The decode vs. execution behavior is more interesting. From both Intel docs and my own core, PE is effectively checked in both stages independently, but decode happens ahead of execution (prefetch queue). So if an instruction is decoded in real mode, it’ll still follow the real-mode path even if PE is set before it executes.
That’s exactly why Intel requires a jump right after setting PE — it flushes the prefetch queue and forces re-decode in protected mode. As the 80386 System Software Writer’s Guide (Ch. 6.1) puts it: "Instructions in the queue were fetched and decoded while the processor was in real mode; executing them after switching to protected mode can be erroneous."
It's been a while, but I recall Intel documenting that a jump was required almost immediately after setting PE. Probably because documenting "you must soon jump" was easy.
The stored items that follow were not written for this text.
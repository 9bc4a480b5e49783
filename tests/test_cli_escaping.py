"""The command line never prints a control character from a file: names, units and notes are escaped.

ESC (U+001B) starts terminal control sequences (ECMA-48 §5.3, from memory); U+202E RIGHT-TO-LEFT
OVERRIDE reorders the text shown (Unicode UAX #9; Boucher & Anderson, "Trojan Source", 2021);
U+0085 is a C1 control (ECMA-48 §5.4). Unicode categories Cc and Cf come from Python's unicodedata.
"""

from __future__ import annotations

import json

from gainboard.app.cli import main
from gainboard.app.cli_output import printable

HOSTILE_PLANT = """
name = "cart\\u001b[2J\\u001b[31m pole\\u202e"
[model]
A = [[0.0, 1.0], [0.0, 0.0]]
B = [[0.0], [1.0]]
[states]
names = ["position\\u0085", "speed"]
units = ["m\\u001b]0;title\\u0007", "m/s"]
[inputs]
names = ["force"]
"""


def test_a_plant_name_with_esc_is_printed_escaped_in_the_table(tmp_path, capsys):
    path = tmp_path / "hostile.toml"
    path.write_text(HOSTILE_PLANT, encoding="utf-8")
    code = main(["evaluate", str(path), "--gain", "[[1, 2]]"])
    out, err = capsys.readouterr()
    assert code == 0, err
    for raw in ("\x1b", "\u202e", "\x85", "\x07"):
        assert raw not in out and raw not in err
    assert "cart\\x1b[2J" in out
    # JSON escapes them itself (json.dumps' ensure_ascii default) and keeps the name exact.
    assert main(["evaluate", str(path), "--gain", "[[1, 2]]", "--json"]) == 0
    out, _ = capsys.readouterr()
    assert "\x1b" not in out and json.loads(out)["plant"] == "cart\x1b[2J\x1b[31m pole\u202e"


def test_an_error_message_carrying_a_name_from_a_file_is_escaped_too(tmp_path, capsys, monkeypatch):
    from gainboard import core
    from gainboard.app import cli

    def refuse(reference):  # a refusal that quotes a name read from a file, as many of ours do
        raise core.PlantError("plant 'cart\x1b[2J pole' has no input named 'force\u202e'")

    monkeypatch.setattr(cli, "resolve_plant", refuse)
    assert main(["evaluate", "anything.toml", "--gain", "[[1, 2]]"]) == 2
    _, err = capsys.readouterr()
    assert "\x1b" not in err and "\u202e" not in err and "cart\\x1b[2J" in err


def test_printable_keeps_newlines_tabs_and_ordinary_text():
    assert printable("K = [[1, 2]]\n\tµ, ², é, 中") == "K = [[1, 2]]\n\tµ, ², é, 中"
    assert printable("\u200b\x00\x7f") == "\\u200b\\x00\\x7f"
Vs. handling the complexities of decoded-real/executed-PE - and documenting how that worked - would have been a giant PITA.
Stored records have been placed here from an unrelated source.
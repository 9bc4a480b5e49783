"""The reference documentation builds with warnings as errors, and its walkthrough runs as written."""

from __future__ import annotations

import json
import re
import shlex
import subprocess
import sys
from pathlib import Path

DOCS = Path(__file__).resolve().parent.parent / "docs"


def test_the_reference_builds_from_the_docstrings_without_warnings(tmp_path):
    completed = subprocess.run([sys.executable, "-m", "sphinx", "-W", "--keep-going", "-q", "-b", "html",
                                str(DOCS), str(tmp_path / "html")], capture_output=True, text=True, timeout=600)
    assert completed.returncode == 0, completed.stderr[-4000:]
    api = (tmp_path / "html" / "api.html").read_text(encoding="utf-8")
    for name in ("plant_from_arrays", "assign_poles", "entry_stable_intervals", "export_design", "workbench"):
        assert f'id="gainboard.{name}"' in api, name  # documented from its docstring
    assert "0-based" in api


def _blocks(language: str) -> list[str]:
    text = (DOCS / "script_to_firmware.rst").read_text(encoding="utf-8")
    blocks = re.findall(rf"\.\. code-block:: {language}\n\n((?:   .*\n|\n)+)", text)
    return ["\n".join(line[3:] for line in block.splitlines()) for block in blocks]


def test_the_script_to_firmware_walkthrough_runs_as_written(tmp_path, monkeypatch):
    monkeypatch.chdir(tmp_path)
    namespace: dict = {}
    exec(compile("\n".join(_blocks("python")), "script_to_firmware.rst", "exec"), namespace)  # noqa: S102
    # The second-order stage: poles −8 ± 6j give ζ = 0.8, so about 1.5 % overshoot (handbook formula
    # exp(−πζ/√(1−ζ²))) and a 2 % settling time near 4/(ζωn) = 0.5 s: both specs are met.
    assert namespace["evaluation"].spec_report.all_passed
    assert "stage_K" in namespace["header"]
    gainboard_script = Path(sys.executable).with_name("gainboard")
    for block in _blocks("bash"):
        for line in block.splitlines():
            if line.startswith("gainboard "):
                command, _, redirect = line.partition(" > ")
                argv = [str(gainboard_script), *shlex.split(command)[1:]]
                completed = subprocess.run(argv, capture_output=True, text=True, timeout=120)
                assert completed.returncode == 0, (line, completed.stderr)
                if redirect:
                    Path(redirect.strip()).write_text(completed.stdout)
    assert json.loads(Path("report.json").read_text())["specs"]["all_passed"] is True
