"""Sampled implementation of a continuous design: survival, pole mapping, largest sample time.

Reference cases are numbered as in /work/shared/reference-cases.md.
"""

import math

import numpy as np
import pytest
import scipy.signal

from gainboard.core import AnalysisError, GainError, Plant, discretize_zero_order_hold
from gainboard.core._sampling_check import check_sampled_implementation

# Case 1: companion plant, K = [199, 55, 8] places −2 ± 4j and −10 (Ogata Example 10-1, from memory).
THIRD_ORDER = Plant(A=[[0.0, 1.0, 0.0], [0.0, 0.0, 1.0], [-1.0, -5.0, -6.0]], B=[[0.0], [0.0], [1.0]])
THIRD_ORDER_GAIN = np.array([[199.0, 55.0, 8.0]])
DOUBLE_INTEGRATOR = Plant(A=[[0.0, 1.0], [0.0, 0.0]], B=[[0.0], [1.0]])


def _reference_sampled_loop(plant, K, T):
    # Reference: scipy.signal.cont2discrete with the zero-order hold gives Φ, Γ; the loop is Φ − ΓK.
    Phi, Gamma, *_ = scipy.signal.cont2discrete((plant.A, plant.B, np.eye(plant.state_count),
                                                 np.zeros((plant.state_count, plant.input_count))), T, method="zoh")
    return Phi - Gamma @ K


def test_fast_sampling_survives_and_sampled_poles_follow_the_exponential_map():
    def mismatch(T):
        check = check_sampled_implementation(THIRD_ORDER, THIRD_ORDER_GAIN, T)
        assert check.survives
        predicted = np.exp(check.continuous_poles * T)
        return check, np.abs(predicted[:, None] - check.sampled_poles[None, :]).min(axis=1).max()

    check, error = mismatch(1e-3)
    _, error_half = mismatch(5e-4)
    # Case 1: the designed poles are −2 ± 4j and −10.
    np.testing.assert_allclose(check.continuous_poles, [-10.0, -2.0 - 4.0j, -2.0 + 4.0j], rtol=1e-10)
    # z = e^{sT} (Franklin, Powell & Workman, from memory). With a hold, Φ − ΓK differs from e^{(A−BK)T}
    # by T²/2·BK(A − BK) + O(T³) (derived by expanding both series): the mismatch is second order in T,
    # so halving T divides it by about 4, and it is small against |z − 1| ≈ |s|T.
    assert 3.5 < error / error_half < 4.5
    assert error < 1e-2 * 10.0 * 1e-3
    # Equivalent poles ln(z)/T then differ from the design by O(T) (same expansion): within 1 % here.
    np.testing.assert_allclose(np.sort_complex(check.equivalent_continuous_poles),
                               np.sort_complex(check.continuous_poles), rtol=1e-2)
    # e^{sT} keeps the damping ratio (same source), so the change is small for small T.
    assert abs(check.worst_damping_change) < 1e-3


def test_sampled_poles_match_scipy_zero_order_hold_discretisation():
    for T in (0.01, 0.1, 0.3):
        check = check_sampled_implementation(THIRD_ORDER, THIRD_ORDER_GAIN, T)
        reference = np.linalg.eigvals(_reference_sampled_loop(THIRD_ORDER, THIRD_ORDER_GAIN, T))
        np.testing.assert_allclose(np.sort_complex(check.sampled_poles), np.sort_complex(reference), rtol=1e-9,
                                   atol=1e-12)
        # ln(z)/T by numpy as the reference for the equivalent poles.
        np.testing.assert_allclose(np.sort_complex(check.equivalent_continuous_poles),
                                   np.sort_complex(np.log(reference.astype(complex)) / T), rtol=1e-9)


def test_slow_sampling_destroys_the_fast_design():
    check = check_sampled_implementation(THIRD_ORDER, THIRD_ORDER_GAIN, 0.5)
    assert not check.survives
    # Reference: spectral radius of scipy's ZOH loop exceeds 1.
    assert np.max(np.abs(np.linalg.eigvals(_reference_sampled_loop(THIRD_ORDER, THIRD_ORDER_GAIN, 0.5)))) > 1
    assert "UNSTABLE" in check.note
    assert check.worst_damping_change > 0.5


def test_largest_stable_sample_time_of_an_integrator_loop_is_two_over_gain():
    # ẋ = u, u = −kx: x[k+1] = (1 − kT)x[k], stable iff 0 < kT < 2 (first-order Jury condition, derived).
    check = check_sampled_implementation(Plant(A=[[0.0]], B=[[1.0]]), [[4.0]], 0.05)
    assert check.largest_stable_sample_time == pytest.approx(0.5, rel=1e-8)


def test_largest_stable_sample_time_of_double_integrator_lqr_gain_matches_jury_bound():
    # Case 15 gain K = [1, √3]. Jury (case 14 source, Åström & Wittenmark, from memory) on
    # z² + (k1T²/2 + k2T − 2)z + (1 + k1T²/2 − k2T), derived: binding condition k2·T < 2, so T_max = 2/√3.
    check = check_sampled_implementation(DOUBLE_INTEGRATOR, [[1.0, math.sqrt(3.0)]], 0.1)
    assert check.largest_stable_sample_time == pytest.approx(2 / math.sqrt(3.0), rel=1e-8)


def test_largest_stable_sample_time_is_the_first_loss_on_scipy_discretisation():
    check = check_sampled_implementation(THIRD_ORDER, THIRD_ORDER_GAIN, 0.01)
    limit = check.largest_stable_sample_time
    assert 0.01 < limit < 0.5
    # Reference: scipy.signal.cont2discrete: stable just below the limit and on a scan below it, unstable above.
    radius = lambda T: np.max(np.abs(np.linalg.eigvals(_reference_sampled_loop(THIRD_ORDER, THIRD_ORDER_GAIN, T))))  # noqa: E731
    assert all(radius(T) < 1 for T in np.linspace(1e-4, limit * (1 - 1e-6), 60))
    assert radius(limit * (1 + 1e-6)) > 1


def test_note_gives_common_practice_sampling_advice_and_the_caution():
    check = check_sampled_implementation(THIRD_ORDER, THIRD_ORDER_GAIN, 0.01)
    # Bandwidth proxy: fastest designed pole |−10| = 10 rad/s (case 1); ratio (2π/T)/10.
    assert check.closed_loop_bandwidth == pytest.approx(10.0, rel=1e-10)
    assert check.sampling_ratio == pytest.approx(2 * math.pi / 0.01 / 10.0, rel=1e-12)
    assert "10–30×" in check.note  # common practice, no source
    assert "emergency stops" in check.note  # project rule 4


def test_unstable_continuous_design_has_no_largest_sample_time():
    check = check_sampled_implementation(DOUBLE_INTEGRATOR, [[-1.0, 1.0]], 0.1)
    assert check.largest_stable_sample_time is None
    assert "continuous design itself is unstable" in check.note


def test_negative_real_sampled_pole_has_equivalent_pole_on_the_folding_frequency():
    # ẋ = u, k = 15, T = 0.1: z = 1 − 1.5 = −0.5 (derived), ln(−0.5)/T = (ln 0.5 + jπ)/T.
    check = check_sampled_implementation(Plant(A=[[0.0]], B=[[1.0]]), [[15.0]], 0.1)
    assert check.sampled_poles[0] == pytest.approx(-0.5, abs=1e-12)
    assert check.equivalent_continuous_poles[0] == pytest.approx((math.log(0.5) + 1j * math.pi) / 0.1, rel=1e-12)
    assert check.survives


def test_refusals_name_the_problem():
    sampled = discretize_zero_order_hold(DOUBLE_INTEGRATOR, 0.1)
    with pytest.raises(AnalysisError, match=r"is already sampled \(T = 0\.1 s\)"):
        check_sampled_implementation(sampled, [[1.0, 1.0]], 0.1)
    with pytest.raises(AnalysisError, match=r"sample time must be a positive number of seconds, got 0"):
        check_sampled_implementation(DOUBLE_INTEGRATOR, [[1.0, 1.0]], 0)
    with pytest.raises(AnalysisError, match=r"sample time must be a positive number"):
        check_sampled_implementation(DOUBLE_INTEGRATOR, [[1.0, 1.0]], math.nan)
    with pytest.raises(GainError, match=r"K is 1×3 but must be 1×2"):
        check_sampled_implementation(DOUBLE_INTEGRATOR, [[1.0, 1.0, 1.0]], 0.1)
The two-instruction grace period was to let you load a couple segment or descriptor table registers or something, which were kinda needed for the jump. And that triple fault - if you failed to jump in time - sounds right in line with Intel's "when in doubt, fault or halt" philosophy for the 286.
Some later documentation contradicted this, saying that instead this first jump had to be to the protected mode segment.
From the patent (US4442484), it is apparent that the processor decodes opcodes into a microcode entry point before they are executed, and the PE bit is one of the inputs for the entry point PLA. So that would be the obvious reason for flushing the prefetch queue - but it turns out that at least on the 80286, most instructions go to the same entry point regardless of the mode they are decoded in. So they should work the same without flushing the queue.
And yet for some reason, what I've seen in my experiments is that the system would reset if there were three instructions following the "LMSW" without a jump. Even something harmless like "NOP" or "MOV AX,AX", that couldn't be different between real and protected mode. Maybe there is some clock phase where the PE bit changing during the decoding of an instruction leads to an invalid entry point, that either causes a triple fault or resets the processor?
seg000:FD56 Unreal_FFD56 proc near ; CODE XREF: CPU_MicrocodeUpdate+A↑j
seg000:FD56 ; VGA_BIOS_Shadow+20↑p ...
seg000:FD56 lgdt fword ptr cs:[bx]
seg000:FD5A mov eax, cr0
seg000:FD5D or al, 1
seg000:FD5F mov cr0, eax
seg000:FD62 jmp short $+2
seg000:FD64 ; ---------------------------------------------------------------------------
seg000:FD64
seg000:FD64 loc_FFD64: ; CODE XREF: Unreal_FFD56+C↑j
seg000:FD64 mov ax, 8
seg000:FD67 mov ds, ax
seg000:FD69 assume ds:nothing
seg000:FD69 mov es, ax
seg000:FD6B assume es:nothing
seg000:FD6B mov eax, cr0
seg000:FD6E and al, 0FEh
seg000:FD70 mov cr0, eax
seg000:FD73 jmp short $+2
seg000:FD75 ; ---------------------------------------------------------------------------
seg000:FD75
seg000:FD75 loc_FFD75: ; CODE XREF: Unreal_FFD56+1D↑j
seg000:FD75 xor ax, ax
seg000:FD77 mov ds, ax
seg000:FD79 assume ds:nothing
seg000:FD79 mov es, ax
seg000:FD7B assume es:nothing
seg000:FD7B retn
seg000:FD7B Unreal_FFD56 endp
two short jumps, no far jumps in sight. Apparently works just fine on Pentium 4, Core 2s and Atoms.How hard would it be for Mr Github to add rss/atom feeds, I wonder?